** ABOUT THIS TASK **
Set out the listing word for word. End with the line that contains "using svg::coord;".

- Opening Delimiter -

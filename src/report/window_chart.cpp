// The example charts of report.html, drawn from results' "examples" block:
// a window of the series with its masked stretches and the leading fills,
// and the autocorrelation of the complete series beside that of each fill.
#include <algorithm>
#include <cmath>
#include <cstdint>

#include "html_charts.hpp"

namespace gapmark::charts {
namespace {

using svg::coord;

void widen(double& lo, double& hi, const std::vector<double>& xs) {
  for (double x : xs)
    if (std::isfinite(x)) lo = std::min(lo, x), hi = std::max(hi, x);
}

// Calls visit(i, j) for each masked stretch [i, j) of the window, in order.
template <class Visit>
void for_each_masked_run(const std::vector<std::uint8_t>& mask_values, Visit visit) {
  const std::size_t w = mask_values.size();
  for (std::size_t i = 0; i < w;) {
    if (mask_values[i] != 1) {
      ++i;
      continue;
    }
    std::size_t j = i;
    while (j < w && mask_values[j] == 1) ++j;
    visit(i, j);
    i = j;
  }
}

/// The window's points on the chart: x of every point, y of the truth (NaN where missing).
struct WindowPoints {
  std::vector<double> xs, ys;
};

/// The masked stretches as shaded bands, drawn first, behind everything.
std::string masked_bands(const Plot& plot, const ExampleWindow& example, double start) {
  std::string out;
  for_each_masked_run(example.mask, [&](std::size_t i, std::size_t j) {
    const double a = plot.x(start + static_cast<double>(i) - 0.5), b = plot.x(start + static_cast<double>(j) - 0.5);
    out += "<rect x=\"" + coord(a) + "\" y=\"" + coord(plot.y1()) + "\" width=\"" + coord(b - a) + "\" height=\"" +
           coord(plot.y0() - plot.y1()) + "\" fill=\"" + svg::kShade + "\"/>";
  });
  return out;
}

/// The true values as a line, the hidden ones as rings.
std::string truth_line(const ExampleWindow& example, const WindowPoints& p) {
  std::string out = "<g class=\"truth\"><title>true values</title>" +
                    svg::polyline(p.xs, p.ys, {svg::kInk, "", "circle"}, 1.3);
  for (std::size_t i = 0; i < p.xs.size(); ++i)
    if (example.mask[i] == 1 && std::isfinite(p.ys[i]))
      out += "<circle cx=\"" + coord(p.xs[i]) + "\" cy=\"" + coord(p.ys[i]) + "\" r=\"2.6\" fill=\"#fff\" stroke=\"" +
             svg::kInk + "\" stroke-width=\"1.2\"/>";
  return out + "</g>";
}

/// One method's fill over each masked stretch, joined to the observed neighbours.
std::string fill_line(const Plot& plot, const ExampleWindow& example, const WindowPoints& p,
                      const std::vector<double>& fill, const std::string& name, const svg::Style& s) {
  const std::size_t w = p.xs.size();
  std::string out = "<g class=\"fill\"><title>" + svg::escape(name) + "</title>";
  for_each_masked_run(example.mask, [&](std::size_t i, std::size_t j) {
    std::vector<double> px, py;
    if (i > 0 && std::isfinite(example.truth[i - 1])) px.push_back(p.xs[i - 1]), py.push_back(p.ys[i - 1]);
    for (std::size_t k = i; k < j; ++k) {
      px.push_back(p.xs[k]);
      py.push_back(std::isfinite(fill[k]) ? plot.y(fill[k]) : std::nan(""));
    }
    if (j < w && std::isfinite(example.truth[j])) px.push_back(p.xs[j]), py.push_back(p.ys[j]);
    out += svg::polyline(px, py, s, 1.8);
    for (std::size_t k = i; k < j; ++k)
      if (std::isfinite(fill[k])) out += svg::marker(s, p.xs[k], plot.y(fill[k]), 2.4);
  });
  return out + "</g>";
}

}  // namespace

std::string window_chart(const ExampleWindow& example, const std::vector<svg::Style>& styles,
                         const std::string& y_label) {
  const std::size_t w = example.truth.size();
  if (w < 2 || example.mask.size() != w) return "";
  const auto start = static_cast<double>(example.start);
  double lo = HUGE_VAL, hi = -HUGE_VAL;
  widen(lo, hi, example.truth);
  for (const auto& m : example.methods) widen(lo, hi, m.filled);
  if (lo > hi) return "";

  Plot plot;
  plot.height = 280;
  plot.x = {start - 0.5, start + static_cast<double>(w) - 0.5, plot.x0(), plot.x1()};
  const auto y_ticks = fit_y(plot, lo, hi);
  const auto x_ticks = svg::nice_ticks(start, start + static_cast<double>(w) - 1, 6);
  std::string out = open_svg(plot, "Example window: true values, hidden points and fills");
  out += masked_bands(plot, example, start);
  out += axes(plot, x_ticks, {}, y_ticks, "position in the series", y_label);
  WindowPoints points{std::vector<double>(w), std::vector<double>(w)};
  for (std::size_t i = 0; i < w; ++i) {
    points.xs[i] = plot.x(start + static_cast<double>(i));
    points.ys[i] = std::isfinite(example.truth[i]) ? plot.y(example.truth[i]) : std::nan("");
  }
  out += truth_line(example, points);
  for (std::size_t m = 0; m < example.methods.size(); ++m) {
    if (example.methods[m].filled.size() != w) continue;
    const svg::Style s = m < styles.size() ? styles[m] : svg::style(m);
    out += fill_line(plot, example, points, example.methods[m].filled, example.methods[m].method, s);
  }
  out += "</svg>";
  return out;
}

std::string acf_chart(const ExampleWindow& example, const std::vector<svg::Style>& styles) {
  if (!example.note.empty()) return "";
  const auto& truth = example.acf_truth;
  const std::size_t lags = truth.size();
  if (lags < 2) return "";
  double lo = 0, hi = 0;
  widen(lo, hi, truth);
  std::vector<std::pair<std::vector<double>, svg::Style>> lines;
  for (const auto& a : example.acf_methods) {
    svg::Style s = svg::style(svg::kStyles);
    for (std::size_t m = 0; m < example.methods.size() && m < styles.size(); ++m)
      if (example.methods[m].method == a.method) s = styles[m];
    lines.emplace_back(a.values, s);
    widen(lo, hi, lines.back().first);
  }
  Plot plot;
  plot.x = {0.3, static_cast<double>(lags) + 0.7, plot.x0(), plot.x1()};
  const auto y_ticks = fit_y(plot, lo, hi);
  auto x_ticks = svg::nice_ticks(1, static_cast<double>(lags), 8);
  x_ticks.erase(std::remove_if(x_ticks.begin(), x_ticks.end(),
                               [](double t) { return t < 1 || t != std::floor(t); }),
                x_ticks.end());
  std::string out = open_svg(plot, "Autocorrelation of the complete series and of each fill");
  out += axes(plot, x_ticks, {}, y_ticks, "lag (steps)", "autocorrelation");
  const double zero = plot.y(0);
  const double bar = std::max(1.0, std::min(8.0, (plot.x1() - plot.x0()) / static_cast<double>(lags) * 0.55));
  out += "<g class=\"truth\"><title>complete series</title>";
  for (std::size_t k = 0; k < lags; ++k) {
    if (!std::isfinite(truth[k])) continue;
    const double x = plot.x(static_cast<double>(k + 1)), y = plot.y(truth[k]);
    out += "<rect x=\"" + coord(x - bar / 2) + "\" y=\"" + coord(std::min(y, zero)) + "\" width=\"" + coord(bar) +
           "\" height=\"" + coord(std::abs(zero - y)) + "\" fill=\"#c9ced2\"/>";
  }
  out += "</g>";
  for (std::size_t l = 0; l < lines.size(); ++l) {
    const auto& [values, s] = lines[l];
    std::vector<double> xs, ys;
    for (std::size_t k = 0; k < values.size(); ++k) {
      xs.push_back(plot.x(static_cast<double>(k + 1)));
      ys.push_back(std::isfinite(values[k]) ? plot.y(values[k]) : std::nan(""));
    }
    out += "<g class=\"fill\">" + svg::polyline(xs, ys, s, 1.8);
    const std::size_t every = std::max<std::size_t>(1, values.size() / 24);
    for (std::size_t k = 0; k < values.size(); k += every)
      if (std::isfinite(ys[k])) out += svg::marker(s, xs[k], ys[k], 2.6);
    out += "</g>";
  }
  out += "</svg>";
  return out;
}

}  // namespace gapmark::charts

- Closing Delimiter -

** EXERCISE OUTPUT **
filename src/report/window_chart.cpp
// The example charts of report.html, drawn from results' "examples" block:
// a window of the series with its masked stretches and the leading fills,
// and the autocorrelation of the complete series beside that of each fill.
#include <algorithm>
#include <cmath>
#include <cstdint>

#include "html_charts.hpp"

namespace gapmark::charts {
namespace {

using svg::coord;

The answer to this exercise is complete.